When the string "actor" occurs in a line of the records, show that line.

··· Provided information ···

/// `POST /v1/runs/{id}/reproduce`: re-fits a logged run from this service's store under its
/// running config (`train --reproduce RUN --server URL`), and answers whether the candidate
/// came out bit for bit and, if not, which input differs. It takes a run's CPU, on a blocking
/// thread, hence a write method and the operator role.
pub(super) async fn reproduce(
    State(service): State<Arc<ApiState>>,
    id: Result<Path<String>, PathRejection>,
) -> Result<Response, Problem> {
    let id = path_id(id)?;
    let store = Arc::clone(&service.store);
    let config = Arc::clone(&service.config);
    let result = tokio::task::spawn_blocking(move || {
        crate::reproduce::reproduce(store.as_ref(), &config, &id)
    })
    .await
    .map_err(Problem::internal)??;
    Ok(Json(result).into_response())
}

#[derive(Deserialize)]
#[serde(deny_unknown_fields)]
struct RollbackRequest {
    to: Option<String>,
    reason: Option<String>,
}

pub(super) async fn rollback(
    State(service): State<Arc<ApiState>>,
    caller: Option<Extension<Caller>>,
    BodyBytes(body): BodyBytes,
) -> Result<Response, Problem> {
    let request: RollbackRequest = if body.iter().all(u8::is_ascii_whitespace) {
        RollbackRequest {
            to: None,
            reason: None,
        }
    } else {
        super::json::parse(&body)?
    };
    let actor = Actor {
        key: caller.and_then(|Extension(Caller(name))| name),
        reason: checked_reason(request.reason)?,
    };
    let registry = Arc::clone(&service.registry);
    let entry =
        tokio::task::spawn_blocking(move || registry.rollback(request.to.as_deref(), actor))
            .await
            .map_err(Problem::internal)??;
    Ok(Json(json!({ "entry": entry })).into_response())
}

/// The OpenMetrics text exposition. State gauges (active model, holdout metrics, freeze,
/// shadow progress, pending score records) are read now; the PSI comes from the drift report
/// kept in `ApiState::drift_cache`, recomputed only when it is for another model or older than
/// `drift.check_every`.
pub(super) async fn metrics(State(service): State<Arc<ApiState>>) -> Result<Response, Problem> {
    let active = service.registry.active();
    let for_drift = active.clone();
    let inner = Arc::clone(&service);
    let (drift, frozen, shadow) = blocking(move || {
        let drift = match &for_drift {
            Some(model) => {
                let max_age = inner
                    .config
                    .drift
                    .check_every
                    .unwrap_or(std::time::Duration::from_secs(900));
                let now = now_ms();
                match inner.drift_cache.fresh(&model.id, now, max_age) {
                    Some(kept) => Some(kept),
                    None => crate::monitor::drift_report(
                        inner.store.as_ref(),
                        &inner.schema,
                        &inner.config,
                        model,
                    )?
                    .map(|report| (now, inner.drift_cache.keep(report, now))),
                }
            }
            None => None,
        };
        let frozen = inner.store.freeze()?.is_some();
        let shadow = match inner.store.shadow_state()? {
            Some(state) if state.share.is_some() => {
                let rows = inner.store.shadowed_outcomes(&state.candidate_id)?;
                let arms = crate::store::arm_outcome_counts(&rows);
                Some((state, rows.len() as u64, Some(arms)))
            }
            Some(state) => {
                let outcomes = inner.store.shadowed_count(&state.candidate_id) as u64;
                Some((state, outcomes, None))
            }
            None => None,
        };
        Ok((drift, frozen, shadow))
    })
    .await?;
    let mut state = crate::telemetry::ScrapeState {
        score_records: service.store.score_count(),
        score_records_pending: service.recorder.pending() as u64,
        frozen,
        leader: Some((
            service.retrainer.leadership().replica_id().to_owned(),
            service.retrainer.leadership().leads(),
        )),
        share: shadow.as_ref().and_then(|(state, _, arms)| {
            let terms = state.share.as_ref()?;
            let route = service
                .registry
                .share()
                .filter(|r| r.candidate_id == state.candidate_id);
            let counts = |arm| route.as_ref().map(|r| r.counts(arm)).unwrap_or_default();
            let (c, a) = (
                counts(crate::registry::Arm::Candidate),
                counts(crate::registry::Arm::Active),
            );
            Some(crate::telemetry::ShareProgress {
                candidate: state.candidate_id.clone(),
                fraction: terms.fraction,
                answers: (c.answers, a.answers),
                errors: (c.errors, a.errors),
                outcomes: arms.unwrap_or_default(),
                needed_per_arm: service.config.share.outcomes_per_arm,
            })
        }),
        shadow: shadow.map(|(state, outcomes, _)| crate::telemetry::ShadowProgress {
            candidate: state.candidate_id,
            outcomes,
            needed: service.config.shadow.outcomes,
        }),
        ..Default::default()
    };
    if let Some(model) = &active {
        state.active = Some((model.id.clone(), model.setting.family().to_owned()));
        if let Some(report) = &model.holdout {
            let value = serde_json::to_value(report).unwrap_or_default();
            if let Some(fields) = value.as_object() {
                for (metric, v) in fields {
                    if let (Some(v), false) =
                        (v.as_f64(), metric == "rows" || metric == "positives")
                    {
                        state.holdout.push((metric.clone(), v));
                    }
                }
            }
        }
    }
    if let Some((at, report)) = drift {
        state.psi = report
            .features
            .iter()
            .chain(report.score.iter())
            .map(|d| (d.name.clone(), d.psi))
            .collect();
        state.drift_computed_at = Some(at);
    }
    let text = service.telemetry.render(&state);
    Ok((
        [(header::CONTENT_TYPE, crate::telemetry::CONTENT_TYPE)],
        text,
    )
        .into_response())
}

/// Whether the store takes writes, for readiness: the latest write's result when it is recent
/// and succeeded, else one small durable write on the blocking pool (see
/// `store::watched`). Why the store refuses writes, if it does.
async fn store_writable(service: &ApiState) -> Result<(), String> {
    let watch = &service.writes;
    if watch.needs_proof(crate::time::now_ms(), crate::store::watched::PROOF_MAX_AGE) {
        let store = Arc::clone(&service.store);
        match tokio::task::spawn_blocking(move || store.check_writable()).await {
            Ok(Ok(())) => return Ok(()),
            Ok(Err(e)) => return Err(e.to_string()),
            Err(e) => return Err(e.to_string()),
        }
    }
    match watch.state() {
        state if state.writable => Ok(()),
        state => Err(state
            .cause
            .unwrap_or_else(|| "no write has succeeded yet".into())),
    }
}

/// Liveness: the process answers. It never writes: `store_writable` is how the store's latest
/// write ended (score records, outcomes, examples, log entries, readiness probes), so a probe
/// of this route costs no disk I/O and still shows a disk that refuses writes.
pub(super) async fn healthz(State(service): State<Arc<ApiState>>) -> Response {
    let writes = service.writes.state();
    let leadership = service.retrainer.leadership();
    Json(json!({
        "status": "ok",
        "active_model": service.registry.active_id(),
        "replica_id": leadership.replica_id(),
        "leader": leadership.leads(),
        "leader_id": leadership.leader_id(),
        "runs_in_flight": service.retrainer.in_flight(),
        "store_writable": writes.writable,
        "store_last_write_ok": writes.last_ok.map(crate::time::to_rfc3339),
        "store_write_error": writes.cause,
        "score_records_pending": service.recorder.pending(),
    }))
    .into_response()
}

/// Readiness means "can take traffic": a store that takes writes (outcomes, examples and score
/// records need it). A service with no model yet is ready: it must be reachable to receive its
/// first examples and its first retrain, and scoring answers 503 "no active model" meanwhile.
/// Checked on every call (see [`store_writable`]), so it recovers with the store.
pub(super) async fn readyz(State(service): State<Arc<ApiState>>) -> Result<Response, Problem> {
    if let Err(cause) = store_writable(&service).await {
        return Err(Problem::new(
            StatusCode::SERVICE_UNAVAILABLE,
            "store-unavailable",
            "Store unavailable",
            format!(
                "the store cannot take writes ({cause}); scoring goes on while score records fit in memory, outcomes and examples are refused"
            ),
        )
        .retry_after(5));
    }
    let active = service.registry.active_id();
    let note = active
        .is_none()
        .then_some("no active model: scoring answers 503 until the first run promotes one");
    Ok(Json(json!({ "status": "ready", "active_model": active, "note": note })).into_response())
}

···

Response |
    let actor = Actor {
        tokio::task::spawn_blocking(move || registry.rollback(request.to.as_deref(), actor))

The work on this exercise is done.